Exercise description:
Retype exactly the lines below, beginning with the first and ending with the line where "json('sweep', 'sine.set.json', '--points', '4')" appears.

Data for processing:
describe('sweep', () => {
  it('prints delay and cents of a sine sweep', async () => {
    // FACTS 4: 5 ms at 1 Hz bends by +53.6 and −55.3 cents.
    const one = { ...defaultSet(), layout: 'mono' as const, voices: { count: 1, phaseSpread: 0, spreadMs: 0 } }
    writeFileSync(at('sine.set.json'), writeSet({ ...one, sweep: { ...one.sweep, rateHz: 1, depthMs: 5 } }))
    const { value } = await json('sweep', 'sine.set.json', '--points', '4')
    expect(value.positions).toEqual([0, 0.25, 0.5, 0.75])
    expect(Object.keys(value.voices[0])).toEqual(['channel', 'voice', 'delayMs', 'cents'])
    const [{ delayMs, cents }] = value.voices
    ;[12, 17, 12, 7].forEach((ms, i) => {
      expect(delayMs[i]).toBeCloseTo(ms, 9)
    })
    ;[-55.3, 0, 53.6, 0].forEach((c, i) => {
      expect(cents[i]).toBeCloseTo(c, 1)
    })
  })

  it('says that a standing sweep never comes to delays below 0', async () => {
    writeFileSync(at('deep.set.json'), writeSet({ ...forward, sweep: { ...forward.sweep, depthMs: 5 } }))
    const { code, stderr } = await run('sweep', 'deep.set.json', '--points', '4')
    expect(code).toBe(0)
    expect(stderr).toBe('deep.set.json: delays below 0 are where the sweep never comes: at rate 0 it stands at 0\n')
    expect((await run('sweep', 'forward.set.json', '--points', '4')).stderr).toBe('')
  })

  it('lists every voice of every channel', async () => {
    const { stdout } = await run('sweep', demoSet('three-slow-voices'), '--points', '2')
    const lines = stdout.trimEnd().split('\n')
    expect(lines[0]).toBe('position,channel,voice,delayMs,cents')
    expect(lines).toHaveLength(1 + 2 * 2 * 3)
  })
})

describe('render', () => {
  it('plays the difference equation', async () => {
    expect(await run('render', 'comb.set.json', 'noise.wav', 'out.wav')).toMatchObject({ code: 0, stdout: '' })
    const { channels, sampleRate, format } = wav('out.wav')
    expect({ sampleRate, format, count: channels.length }).toEqual({ sampleRate: 48000, format: 'float32', count: 1 })
    const x = noise(20000)
    const w = new Float64Array(x.length)
    x.forEach((u, n) => {
      w[n] = u + G * (w[n - M] ?? 0)
    })
    const y = channels[0] as Float64Array
    // Single precision in the file: 3e-7 of the peak.
    x.forEach((u, n) => {
      expect(Math.abs((y[n] as number) - (0.8 * u + 0.6 * (w[n - M] ?? 0)))).toBeLessThan(3e-7)
    })
  })

  it('writes what the library renders, the same every time, tail included', async () => {
    const set = readSet(readFileSync(demoSet('three-slow-voices'), 'utf8'))
    if (!set.ok) throw new Error('demo')
    const expected = writeWav(renderSet(set.value, [noise(5000, 1), noise(5000, 2)], { tailSeconds: 0.05 }), 48000, 'float32')
    for (const name of ['first.wav', 'second.wav']) {
      const { value } = await json('render', demoSet('three-slow-voices'), 'pair.wav', name, '--tail', '50 ms')
      expect(value).toMatchObject({
        output: name,
        format: 'double',
        sampleRate: 48000,
        channels: 2,
        frames: 7400,
        tailSeconds: 0.05,
        resampledFrom: null,
      })
      expect(readFileSync(at(name)).equals(expected)).toBe(true)
    }
  })

  it('hashes the same as when this was written', async () => {
    // A triangle sweep: no trigonometry, so that only a change of ours can change it.
    const set: ParameterSet = { ...defaultSet(), sweep: { ...defaultSet().sweep, shape: 'triangle', rateHz: 5 } }
    writeFileSync(at('triangle.set.json'), writeSet(set))
    await run('render', 'triangle.set.json', 'pair.wav', 'hashed.wav')
    expect(
      createHash('sha256')
        .update(readFileSync(at('hashed.wav')))
        .digest('hex'),
    ).toBe(HASH)
  })

  it('resamples a file at another rate and says so', async () => {
    const { code, stderr } = await run('render', 'comb.set.json', 'other.wav', 'resampled.wav')
    expect(code).toBe(0)
    expect(stderr).toContain("other.wav: resampled from 44100 Hz to the set's 48000 Hz")
    const [x] = resampleTo(wav('other.wav').channels, 44100, 48000)
    const [y] = renderSet(comb, [x as Float64Array])
    const [found] = wav('resampled.wav').channels
    expect(found?.length).toBe(4800)
    expect(Array.from(found as Float64Array)).toEqual(Array.from(y as Float64Array, Math.fround))
  })

  it('averages more channels than the layout takes, and says so', async () => {
    const { stderr } = await run('render', 'comb.set.json', 'pair.wav', 'averaged.wav')
    expect(stderr).toContain('pair.wav: 2 channels, averaged')
    const mean = noise(5000, 1).map((a, i) => (a + (noise(5000, 2)[i] as number)) / 2)
    const [expected] = renderSet(comb, [mean])
    const [found] = wav('averaged.wav').channels
    expect(found?.[4999]).toBeCloseTo(expected?.[4999] as number, 6)
  })

  it('--tail ring goes on until the loop has fallen by 60 dB', async () => {
    // FACTS 1: T60 = 3 τ/−log10 |g|: g = 0.5, 1 ms gives 9.966 ms; the longest way through adds 1 ms.
    const { value } = await json('render', 'comb.set.json', 'noise.wav', 'ring.wav', '--tail', 'ring')
    expect(value.tailSeconds).toBeCloseTo(0.010966, 4)
  })

  it('leaves nothing behind but its output', () => {
    expect(files().filter((name) => name.startsWith('.'))).toEqual([])
  })
})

Answer space:
describe('sweep', () => {
  it('prints delay and cents of a sine sweep', async () => {
    // FACTS 4: 5 ms at 1 Hz bends by +53.6 and −55.3 cents.
    const one = { ...defaultSet(), layout: 'mono' as const, voices: { count: 1, phaseSpread: 0, spreadMs: 0 } }
    writeFileSync(at('sine.set.json'), writeSet({ ...one, sweep: { ...one.sweep, rateHz: 1, depthMs: 5 } }))
    const { value } = await json('sweep', 'sine.set.json', '--points', '4')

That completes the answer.